Why should I automate my tests?
- Through automation we manage to increase the coverage of our testing, thus, increasing the quality of our product
- Decrease the total amount of time to market, reducing the time employed in testing.
- Early errors detection provides the development team with the insight required to work upon its resolution. Additionally, it is much easier for a developer correcting a defect which has recently been introduced in the code, as opposed to troubleshooting something which was introduced several months ago.
- Costs reduction (through the automation of repetitive tests, thus, granting a bigger time frame for both the design and execution of tests)
- Encourage the team for testing more often, making use of their creativity, leaving repetitive and boring tasks to a robot. The QA team may employ more time to testing new features, whilst the automation tests are running verifying the health of the build. Besides, more time may also be employed for automating more tests, in order to increase the size of the regression suite.
- Having the possibility of testing simultaneously, unattended and across different platforms. More often than not, we come across with a situation which urges us for having automation, for instance, provided we want to run each and every test upon a crossed browser environment, with multiple generators (Java, .Net) and Databases (MSSQL, Oracle, etc.).

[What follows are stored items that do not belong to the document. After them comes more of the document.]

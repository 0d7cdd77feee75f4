// catalogue.h: studies and answers, and how words are looked up in them.
#include "catalogue.h"

#include "data.h"
#include "refusal.h"

#include <gtest/gtest.h>

#include <set>

namespace rankstead {
namespace {

const StudyRow& study(std::string_view word) {
    return *find_study(word);
}

template <class Act>
Refusal refusal_of(Act act) {
    try {
        act();
    } catch (const Refusal& refusal) {
        return refusal;
    }
    ADD_FAILURE() << "nothing was refused";
    return {Status::ok, ""};
}

TEST(Studies, are_found_by_their_word_however_it_is_written) {
    EXPECT_EQ(find_study(" Groups ")->id, StudyId::groups);
    EXPECT_EQ(find_study("PAIRS")->function, std::string("RKS.PAIRS"));
    EXPECT_EQ(find_study("several"), nullptr);
}

TEST(Studies, have_cell_functions_that_are_their_words_in_capitals) {
    for (const StudyRow& row : studies()) {
        std::string capitals = "RKS.";
        for (const char* c = row.word; *c != '\0'; ++c) {
            capitals += static_cast<char>(*c - 'a' + 'A');
        }
        EXPECT_EQ(row.function, capitals);
    }
}

TEST(Answers, are_found_by_label_and_by_alias) {
    EXPECT_STREQ(find_answer("P-Value:")->word, "p");
    EXPECT_STREQ(find_answer("Median (days)")->word, "median first");
    EXPECT_EQ(find_answer(""), nullptr);
    EXPECT_EQ(find_answer("(p)"), nullptr);
}

TEST(Answers, of_an_empty_label_are_the_default) {
    EXPECT_STREQ(answer_of(study("groups"), "  ").word, "sentence");
    EXPECT_STREQ(answer_of(study("build"), "").word, "build");
}

TEST(Answers, that_do_not_exist_are_refused_with_the_words_that_do) {
    const Refusal refusal = refusal_of([] { static_cast<void>(answer_of(study("groups"), "p-valeu")); });
    EXPECT_EQ(refusal.status(), Status::unknown_answer);
    EXPECT_EQ(refusal.message().rfind("there is no answer \"p-valeu\". The answers are sentence, estimate, ", 0), 0U)
        << refusal.message();
}

TEST(Answers, of_another_study_are_refused) {
    const Refusal refusal = refusal_of([] { static_cast<void>(answer_of(study("groups"), "zeros")); });
    EXPECT_EQ(refusal.message().rfind("there is no answer \"zeros\" of groups. The answers are ", 0), 0U)
        << refusal.message();
}

TEST(Answers, all_read_without_complaint_from_an_outcome_that_has_everything) {
    const Outcome outcome = test::groups({1, 3, 5, 7}, {2, 4, 6, 8});
    for (const AnswerRow& row : answers()) {
        if (fits(row.fits, study("groups"))) {
            EXPECT_FALSE(std::holds_alternative<NoAnswer>(row.read(outcome))) << row.word;
        }
    }
}

TEST(Answers, have_the_kind_that_their_row_says) {
    for (const Outcome& outcome :
         {test::groups({1, 3, 5, 7}, {2, 4, 6, 8}), test::changes({1, 2, 0, 4, 5}), test::single({1, 2, 2}, 2)}) {
        for (const AnswerRow& row : answers()) {
            if (!fits(row.fits, study_of(outcome))) {
                continue;
            }
            const Reading reading = row.read(outcome);
            EXPECT_EQ(std::holds_alternative<Table>(reading), row.kind == AnswerKind::table) << row.word;
            EXPECT_FALSE(std::holds_alternative<double>(reading) && row.kind != AnswerKind::number) << row.word;
            EXPECT_FALSE(std::holds_alternative<std::string>(reading) && row.kind != AnswerKind::text) << row.word;
        }
    }
}

TEST(Answers, that_no_double_can_hold_are_refused_and_never_given_as_zero) {
    // The shift from -1e308 to 1e308 is 2e308, beyond the largest double.
    const Outcome outcome = test::groups({1e308}, {-1e308});
    EXPECT_TRUE(std::holds_alternative<NoAnswer>(find_answer("estimate")->read(outcome)));
}

TEST(Report, has_every_answer_of_the_study_once_with_its_value) {
    const Outcome outcome = test::groups({1, 3, 5, 7}, {2, 4, 6, 8});
    const auto table = std::get<Table>(find_answer("report")->read(outcome));
    ASSERT_EQ(table.columns, 2U);
    std::set<std::string> words;
    for (std::size_t i = 0; i < table.cells.size(); i += 2) {
        words.insert(std::get<std::string>(table.cells[i]));
    }
    std::size_t expected = 0;
    for (const AnswerRow& row : answers()) {
        expected += row.kind != AnswerKind::table && fits(row.fits, study("groups")) ? 1U : 0U;
    }
    EXPECT_EQ(words.size(), expected);
    EXPECT_EQ(table.cells.size(), 2 * expected);
}

TEST(Build, gives_the_version_line) {
    const Outcome outcome = study("build").run({}, {});
    EXPECT_EQ(test::text_answer(outcome, "").rfind("Rankstead ", 0), 0U);
}

} // namespace
} // namespace rankstead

What's the main differential in GXtest?
The main advantage in GXtest is that it quickly adapts test cases to the changes conducted in the application. Though the conventional approach, should large amounts of test cases be automated (because we acknowledge its potential), with every build the maintenance of the test cases turns into a VERY expensive task, making the cost larger than the return of investment. With the traditional tools, by simply changing the name in a control its automated actions will cease to work properly. We may stumble upon the very same problem in the event that either the GeneXus' version or the generator changes. Let's ponder about it for a moment, the name is changed from an attribute in a widely employed transaction, or the version in Genexus was updated and all of our test cases broke thereafter. At that point, the drive and motivation for maintaining the test cases is lost due to the cost required for refactoring them. With GXtest you may easily keep the traceability between the application and your tests in a simple fashion.
GXtest's main advantage relies in its flexibility for adapting test cases to changes in the application. Technically speaking, the automation strategy is linked to the KB as opposed to the generated HTML. Since GeneXus permits conducting changes in a simple fashion and generate the application, it wouldn't be appropriate having testing as an impediment for improvements.
Through a more traditional approach, the effort needed for both building a test case (learning a scripting language) and maintaining them is very demanding. Many a times, because the initial investment proves costly, companies make up their minds for either giving up or not taking up automation at all.
On the other hand, GXtest provides a simple approach to the creation of test cases with a record and playback feature, a better understanding the test cases through an abstract model, easily vary the data input with a data-driven strategy, and last yet not least, easily maintaining them as the KB changes. Among its functionalities, there is that of linking the test objects to elements from the KB in GeneXus, and since it is specifically addressed to automating applications created in GeneXus the associations are not lost.
Unlike most of automation tools, GXtest is based upon a Model Based Testing approach. Models are much simpler to understand and maintain as opposed to code. Through abstract models we can obtain concrete test cases we can run.